> _ACTIVITY_
Please copy out the entries until you have copied the line that contains "using PathBench.Rendering.Materials;", beginning with the first line.

> _Dataset excerpts_
*** Block opens ***
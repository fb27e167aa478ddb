using System.Text.Json;
using PathBench.Imaging;
using PathBench.Rendering;
using PathBench.Rendering.Accumulation;
using PathBench.Rendering.Geometry;
using PathBench.Rendering.Integrators;
using PathBench.Rendering.Materials;
using PathBench.Sampling.Generators;
using static PathBench.Cli.Tests.CliRunner;

namespace PathBench.Cli.Tests;

/// <summary>
/// Renders far brighter than the film's fixed-point range come out right through the command,
/// shards and merge, and dropped (non-finite) samples are announced on standard output.
/// </summary>
public sealed class BrightRenderTests
{
    /// <summary>
    /// A camera inside a closed two-sided emitter of albedo 0: every pixel is the emission Le
    /// (L = Le with nothing reflected; common practice). The emission goes in as {0}.
    /// </summary>
    private const string Furnace = """
        camera: {{ position: [0, 0, 0], look_at: [0, 0, -1], fov: 60, resolution: [8, 6] }}
        render: {{ spp: 8, max_depth: {1} }}
        materials:
          shell: {{ type: diffuse, albedo: [{2}, {2}, {2}], emission: [{0}, {0}, {0}], two_sided: true }}
        shapes:
          - {{ type: sphere, center: [0, 0, 0], radius: 1, material: shell }}
        """;

    private static string FurnaceScene(string emission) =>
        string.Format(System.Globalization.CultureInfo.InvariantCulture, Furnace, emission, 1, 0);

    [Theory]
    [InlineData("4e9")]
    [InlineData("4.3e9")]
    [InlineData("1e30")]
    public void An_emitter_brighter_than_two_to_the_32_renders_as_itself_in_one_render_and_in_merged_shards(string emission)
    {
        using var dir = new TempFolder();
        File.WriteAllText(dir.File("furnace.yaml"), FurnaceScene(emission));
        (int code, string output, string err) = Run("render", dir.File("furnace.yaml"), "--out", dir.File("whole.pfm"), "--threads", "2");
        Assert.True(code == 0, err);
        Assert.DoesNotContain("warning", output, StringComparison.Ordinal);
        float expected = float.Parse(emission, System.Globalization.CultureInfo.InvariantCulture);
        Assert.All(ImageFile.Read(dir.File("whole.pfm")).Image.Data, v => Assert.Equal(expected, v));

        foreach (int shard in new[] { 0, 1 })
        {
            (code, _, err) = Run("render", dir.File("furnace.yaml"), "--shard", $"{shard}/2", "--out", dir.File($"part{shard}.pfm"), "--threads", "1");
            Assert.True(code == 0, err);
        }

        (code, _, err) = Run("merge", dir.File("part1.accum"), dir.File("part0.accum"), "--out", dir.File("merged.pfm"));
        Assert.True(code == 0, err);
        Assert.Equal(File.ReadAllBytes(dir.File("whole.pfm")), File.ReadAllBytes(dir.File("merged.pfm")));
        using JsonDocument doc = JsonDocument.Parse(File.ReadAllText(dir.File("merged.json")));
        Assert.Equal(expected >= 4294967296.0 ? 48 : 0, doc.RootElement.GetProperty("wide_pixels").GetInt32());
    }

    /// <summary>
    /// The wide sums of a bright film are held to what the memory budget leaves after the render's
    /// estimate (common practice: our own rule, README). 64² pixels at 1e30: the estimate is
    /// 4096 · (116 + 180) bytes, 1.16 MiB; each pixel's wide sums take 248 bytes (3 channels of 3 + 5
    /// words, and the object) and the table 8 a pixel, 0.99 MiB in all: above what 2 MiB leaves, within
    /// what 3 MiB leaves.
    /// </summary>
    [Fact]
    public void Wide_sums_beyond_what_the_budget_leaves_stop_the_render_with_one_line()
    {
        using var dir = new TempFolder();
        File.WriteAllText(dir.File("furnace.yaml"), FurnaceScene("1e30").Replace("resolution: [8, 6]", "resolution: [64, 64]", StringComparison.Ordinal));
        (int code, _, string err) = Run("--max-memory", "2M", "render", dir.File("furnace.yaml"), "--spp", "2", "--out", dir.File("hot.pfm"));
        Assert.Equal(2, code);
        Assert.Single(err.TrimEnd('\n').Split('\n'));
        Assert.Contains("the exact sums of the", err, StringComparison.Ordinal);
        Assert.Contains("at most 1312 bytes a pixel", err, StringComparison.Ordinal);
        Assert.Contains("--max-memory", err, StringComparison.Ordinal);
        Assert.False(File.Exists(dir.File("hot.pfm")));

        (code, _, err) = Run("--max-memory", "3M", "render", dir.File("furnace.yaml"), "--spp", "2", "--out", dir.File("hot.pfm"));
        Assert.True(code == 0, err);
        Assert.All(ImageFile.Read(dir.File("hot.pfm")).Image.Data, v => Assert.Equal(1e30f, v));
    }

    /// <summary>
    /// 1e39 is above the largest binary32 value, (2 − 2^-23)·2^127 ≈ 3.4028e38 (IEEE 754-2019, table
    /// 3.2): the PFM holds it as infinite, and the render says so on standard output.
    /// </summary>
    [Fact]
    public void Pixel_means_above_the_float_range_are_written_as_infinite_with_a_warning()
    {
        using var dir = new TempFolder();
        File.WriteAllText(dir.File("furnace.yaml"), FurnaceScene("1e39"));
        (int code, string output, string err) = Run("render", dir.File("furnace.yaml"), "--out", dir.File("hot.pfm"));
        Assert.True(code == 0, err);
        Assert.All(ImageFile.Read(dir.File("hot.pfm")).Image.Data, v => Assert.True(float.IsPositiveInfinity(v)));
        Assert.Contains("144 channel values average above the float range", output, StringComparison.Ordinal);
    }

    /// <summary>
    /// A scene cannot ask for a NaN (the loader refuses non-finite and absurd numbers), so the parts
    /// are made in code: an emitter whose red emission is NaN makes every sample non-finite (IEEE 754:
    /// NaN propagates through arithmetic). Merging them must say so on standard output.
    /// </summary>
    [Fact]
    public void Dropped_non_finite_samples_are_announced_on_standard_output()
    {
        using var dir = new TempFolder();
        Scene scene = Scene.Build(
            [Primitive.Sphere(new(0, 0, 0), 1, 0)],
            [Material.Diffuse("shell", Rgb.Black, new Rgb(double.NaN, 1, 1), twoSided: true)],
            [],
            new Camera(new(0, 0, 0), new(0, 0, -1), new(0, 1, 0), 60, 8, 6),
            Rgb.Black);
        var options = new PathTracerOptions(HemisphereStrategy.Cosine, LightStrategy.Bsdf, 1, false);
        PointSampler sampler = SamplerCatalog.Create(new SamplerSpec("sobol", Randomization.Owen, false, 4, 1), DimensionLayout.Total(1));
        Film film = Renderer.Render(new RenderJob(scene, sampler, options, 0, 4, 1)).Film;
        var identity = new RenderIdentity("test-version", new string('c', 64), [new("planned_spp", "4")], 8, 6);
        AccumulationFile.Write(dir.File("nan.accum"), new Accumulation(identity, [new SampleRange(0, 4)], film));

        (int code, string output, string err) = Run("merge", dir.File("nan.accum"), "--out", dir.File("nan.pfm"));
        Assert.True(code == 0, err);
        // 8 × 6 pixels × 4 samples, every one non-finite.
        Assert.Contains($"pathbench: warning: {dir.File("nan.pfm")}: 192 non-finite samples (NaN or infinite) were dropped", output, StringComparison.Ordinal);
    }
}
*** Block closes ***
> _RESPONSE FOR THIS EXERCISE_
repository fb27e167aa478ddb
using System.Text.Json;
using PathBench.Imaging;
using PathBench.Rendering;
using PathBench.Rendering.Accumulation;
using PathBench.Rendering.Geometry;
using PathBench.Rendering.Integrators;
using PathBench.Rendering.Materials;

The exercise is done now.